● **REQUIRED WORK**
Reproduce the listing below precisely, leaving every line intact.

-------------------------

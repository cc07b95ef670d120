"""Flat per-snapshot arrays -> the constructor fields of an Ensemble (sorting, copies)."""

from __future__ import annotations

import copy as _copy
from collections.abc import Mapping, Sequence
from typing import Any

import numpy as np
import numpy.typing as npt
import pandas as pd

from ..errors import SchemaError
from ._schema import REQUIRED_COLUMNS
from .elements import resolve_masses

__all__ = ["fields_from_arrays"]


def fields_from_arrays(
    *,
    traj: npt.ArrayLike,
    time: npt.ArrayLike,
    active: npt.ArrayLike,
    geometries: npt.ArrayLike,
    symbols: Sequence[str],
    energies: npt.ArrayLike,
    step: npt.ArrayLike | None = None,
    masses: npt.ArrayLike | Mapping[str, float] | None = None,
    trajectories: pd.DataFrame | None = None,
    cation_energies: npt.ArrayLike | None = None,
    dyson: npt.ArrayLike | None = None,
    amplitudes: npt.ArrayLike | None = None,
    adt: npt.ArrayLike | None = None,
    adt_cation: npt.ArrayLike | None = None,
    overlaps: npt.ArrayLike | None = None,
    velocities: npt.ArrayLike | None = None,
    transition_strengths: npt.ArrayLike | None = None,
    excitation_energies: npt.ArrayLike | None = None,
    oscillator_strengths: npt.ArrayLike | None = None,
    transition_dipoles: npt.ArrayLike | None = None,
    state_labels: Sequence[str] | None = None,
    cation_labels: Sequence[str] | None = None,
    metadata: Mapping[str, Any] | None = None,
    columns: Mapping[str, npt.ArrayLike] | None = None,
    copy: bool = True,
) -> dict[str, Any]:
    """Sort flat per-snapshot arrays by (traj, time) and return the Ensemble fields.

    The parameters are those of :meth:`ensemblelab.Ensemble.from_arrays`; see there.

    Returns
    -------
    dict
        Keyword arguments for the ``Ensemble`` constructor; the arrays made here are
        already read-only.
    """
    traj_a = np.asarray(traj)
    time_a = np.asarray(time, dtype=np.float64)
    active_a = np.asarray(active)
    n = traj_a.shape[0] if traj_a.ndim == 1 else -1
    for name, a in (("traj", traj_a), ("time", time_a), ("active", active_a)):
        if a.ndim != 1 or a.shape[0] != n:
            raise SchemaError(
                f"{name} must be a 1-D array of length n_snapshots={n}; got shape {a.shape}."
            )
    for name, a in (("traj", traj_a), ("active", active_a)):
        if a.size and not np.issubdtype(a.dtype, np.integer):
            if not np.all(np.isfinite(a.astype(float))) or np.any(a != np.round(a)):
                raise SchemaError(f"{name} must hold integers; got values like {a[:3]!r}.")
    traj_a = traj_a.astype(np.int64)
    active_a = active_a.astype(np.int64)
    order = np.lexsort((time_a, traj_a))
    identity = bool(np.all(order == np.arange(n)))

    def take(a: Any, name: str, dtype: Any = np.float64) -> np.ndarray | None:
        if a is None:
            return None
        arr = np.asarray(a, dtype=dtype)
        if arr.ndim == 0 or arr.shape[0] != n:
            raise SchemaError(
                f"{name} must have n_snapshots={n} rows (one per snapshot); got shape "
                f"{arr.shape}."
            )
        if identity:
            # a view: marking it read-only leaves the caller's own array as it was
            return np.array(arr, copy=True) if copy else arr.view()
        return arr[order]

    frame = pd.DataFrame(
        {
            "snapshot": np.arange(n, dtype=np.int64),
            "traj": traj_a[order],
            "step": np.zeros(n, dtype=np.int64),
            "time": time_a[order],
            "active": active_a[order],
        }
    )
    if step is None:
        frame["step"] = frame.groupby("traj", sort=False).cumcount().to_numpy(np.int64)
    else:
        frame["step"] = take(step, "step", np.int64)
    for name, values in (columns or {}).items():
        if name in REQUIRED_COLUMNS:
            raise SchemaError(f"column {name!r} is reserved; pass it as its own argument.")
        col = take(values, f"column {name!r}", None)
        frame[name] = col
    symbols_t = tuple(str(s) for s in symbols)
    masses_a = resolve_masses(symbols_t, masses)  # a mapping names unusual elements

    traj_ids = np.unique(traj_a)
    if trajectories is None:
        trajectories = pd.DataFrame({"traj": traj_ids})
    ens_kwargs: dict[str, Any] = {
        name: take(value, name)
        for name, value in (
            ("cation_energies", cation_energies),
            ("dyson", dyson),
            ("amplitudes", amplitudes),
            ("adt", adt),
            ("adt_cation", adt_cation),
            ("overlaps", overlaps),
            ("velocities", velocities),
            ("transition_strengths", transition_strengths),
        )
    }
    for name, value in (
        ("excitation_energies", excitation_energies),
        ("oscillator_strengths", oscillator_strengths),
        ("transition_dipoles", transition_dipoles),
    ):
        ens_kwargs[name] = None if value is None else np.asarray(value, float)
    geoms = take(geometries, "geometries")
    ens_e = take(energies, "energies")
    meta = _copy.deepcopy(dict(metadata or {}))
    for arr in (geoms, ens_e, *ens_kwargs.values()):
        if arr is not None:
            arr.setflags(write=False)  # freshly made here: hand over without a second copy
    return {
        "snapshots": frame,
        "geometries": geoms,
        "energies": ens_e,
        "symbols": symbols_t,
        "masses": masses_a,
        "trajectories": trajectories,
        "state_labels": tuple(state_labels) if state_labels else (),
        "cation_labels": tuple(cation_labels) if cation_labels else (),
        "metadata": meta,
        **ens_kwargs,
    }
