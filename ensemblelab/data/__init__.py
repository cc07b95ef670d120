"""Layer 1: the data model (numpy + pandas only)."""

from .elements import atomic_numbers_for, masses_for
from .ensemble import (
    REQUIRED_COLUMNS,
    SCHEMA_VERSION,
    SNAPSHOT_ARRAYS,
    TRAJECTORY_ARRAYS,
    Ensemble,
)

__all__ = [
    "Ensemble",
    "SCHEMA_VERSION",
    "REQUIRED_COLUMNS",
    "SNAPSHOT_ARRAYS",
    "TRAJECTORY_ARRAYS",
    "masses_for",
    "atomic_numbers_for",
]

-------------------------

● **RESPONSE BOX**
repository cc07b95ef670d120
"""Flat per-snapshot arrays -> the constructor fields of an Ensemble (sorting, copies)."""

from __future__ import annotations

import copy as _copy
from collections.abc import Mapping, Sequence
from typing import Any

import numpy as np
import numpy.typing as npt
import pandas as pd

from ..errors import SchemaError
from ._schema import REQUIRED_COLUMNS
from .elements import resolve_masses

__all__ = ["fields_from_arrays"]


def fields_from_arrays(
    *,
    traj: npt.ArrayLike,
    time: npt.ArrayLike,
    active: npt.ArrayLike,
    geometries: npt.ArrayLike,
    symbols: Sequence[str],
    energies: npt.ArrayLike,
    step: npt.ArrayLike | None = None,
    masses: npt.ArrayLike | Mapping[str, float] | None = None,
    trajectories: pd.DataFrame | None = None,
    cation_energies: npt.ArrayLike | None = None,
    dyson: npt.ArrayLike | None = None,
    amplitudes: npt.ArrayLike | None = None,
    adt: npt.ArrayLike | None = None,
    adt_cation: npt.ArrayLike | None = None,
    overlaps: npt.ArrayLike | None = None,
    velocities: npt.ArrayLike | None = None,
    transition_strengths: npt.ArrayLike | None = None,
    excitation_energies: npt.ArrayLike | None = None,
    oscillator_strengths: npt.ArrayLike | None = None,
    transition_dipoles: npt.ArrayLike | None = None,
    state_labels: Sequence[str] | None = None,
    cation_labels: Sequence[str] | None = None,
    metadata: Mapping[str, Any] | None = None,
    columns: Mapping[str, npt.ArrayLike] | None = None,
    copy: bool = True,
) -> dict[str, Any]:
    """Sort flat per-snapshot arrays by (traj, time) and return the Ensemble fields.

    The parameters are those of :meth:`ensemblelab.Ensemble.from_arrays`; see there.

    Returns
    -------
    dict
        Keyword arguments for the ``Ensemble`` constructor; the arrays made here are
        already read-only.
    """
    traj_a = np.asarray(traj)
    time_a = np.asarray(time, dtype=np.float64)
    active_a = np.asarray(active)
    n = traj_a.shape[0] if traj_a.ndim == 1 else -1
    for name, a in (("traj", traj_a), ("time", time_a), ("active", active_a)):
        if a.ndim != 1 or a.shape[0] != n:
            raise SchemaError(
                f"{name} must be a 1-D array of length n_snapshots={n}; got shape {a.shape}."
            )
    for name, a in (("traj", traj_a), ("active", active_a)):
        if a.size and not np.issubdtype(a.dtype, np.integer):
            if not np.all(np.isfinite(a.astype(float))) or np.any(a != np.round(a)):
                raise SchemaError(f"{name} must hold integers; got values like {a[:3]!r}.")
    traj_a = traj_a.astype(np.int64)
    active_a = active_a.astype(np.int64)
    order = np.lexsort((time_a, traj_a))
    identity = bool(np.all(order == np.arange(n)))

    def take(a: Any, name: str, dtype: Any = np.float64) -> np.ndarray | None:
        if a is None:
            return None
        arr = np.asarray(a, dtype=dtype)
        if arr.ndim == 0 or arr.shape[0] != n:
            raise SchemaError(
                f"{name} must have n_snapshots={n} rows (one per snapshot); got shape "
                f"{arr.shape}."
            )
        if identity:
            # a view: marking it read-only leaves the caller's own array as it was
            return np.array(arr, copy=True) if copy else arr.view()
        return arr[order]

    frame = pd.DataFrame(
        {
            "snapshot": np.arange(n, dtype=np.int64),
            "traj": traj_a[order],
            "step": np.zeros(n, dtype=np.int64),
            "time": time_a[order],
            "active": active_a[order],
        }
    )
    if step is None:
        frame["step"] = frame.groupby("traj", sort=False).cumcount().to_numpy(np.int64)
    else:
        frame["step"] = take(step, "step", np.int64)
    for name, values in (columns or {}).items():
        if name in REQUIRED_COLUMNS:
            raise SchemaError(f"column {name!r} is reserved; pass it as its own argument.")
        col = take(values, f"column {name!r}", None)
        frame[name] = col
    symbols_t = tuple(str(s) for s in symbols)
    masses_a = resolve_masses(symbols_t, masses)  # a mapping names unusual elements

    traj_ids = np.unique(traj_a)
    if trajectories is None:
        trajectories = pd.DataFrame({"traj": traj_ids})
    ens_kwargs: dict[str, Any] = {
        name: take(value, name)
        for name, value in (
            ("cation_energies", cation_energies),
            ("dyson", dyson),
            ("amplitudes", amplitudes),
            ("adt", adt),
            ("adt_cation", adt_cation),
            ("overlaps", overlaps),
            ("velocities", velocities),
            ("transition_strengths", transition_strengths),
        )
    }
    for name, value in (
        ("excitation_energies", excitation_energies),
        ("oscillator_strengths", oscillator_strengths),
        ("transition_dipoles", transition_dipoles),
    ):
        ens_kwargs[name] = None if value is None else np.asarray(value, float)
    geoms = take(geometries, "geometries")
    ens_e = take(energies, "energies")
    meta = _copy.deepcopy(dict(metadata or {}))
    for arr in (geoms, ens_e, *ens_kwargs.values()):
        if arr is not None:
            arr.setflags(write=False)  # freshly made here: hand over without a second copy
    return {
        "snapshots": frame,
        "geometries": geoms,
        "energies": ens_e,
        "symbols": symbols_t,
        "masses": masses_a,
        "trajectories": trajectories,
        "state_labels": tuple(state_labels) if state_labels else (),
        "cation_labels": tuple(cation_labels) if cation_labels else (),
        "metadata": meta,
        **ens_kwargs,
    }
filename ensemblelab/data/__init__.py
repository cc07b95ef670d120
"""Layer 1: the data model (numpy + pandas only)."""

from .elements import atomic_numbers_for, masses_for
from .ensemble import (
    REQUIRED_COLUMNS,
    SCHEMA_VERSION,
    SNAPSHOT_ARRAYS,
    TRAJECTORY_ARRAYS,
    Ensemble,
)

__all__ = [
    "Ensemble",
    "SCHEMA_VERSION",
    "REQUIRED_COLUMNS",
    "SNAPSHOT_ARRAYS",
    "TRAJECTORY_ARRAYS",
    "masses_for",
    "atomic_numbers_for",
]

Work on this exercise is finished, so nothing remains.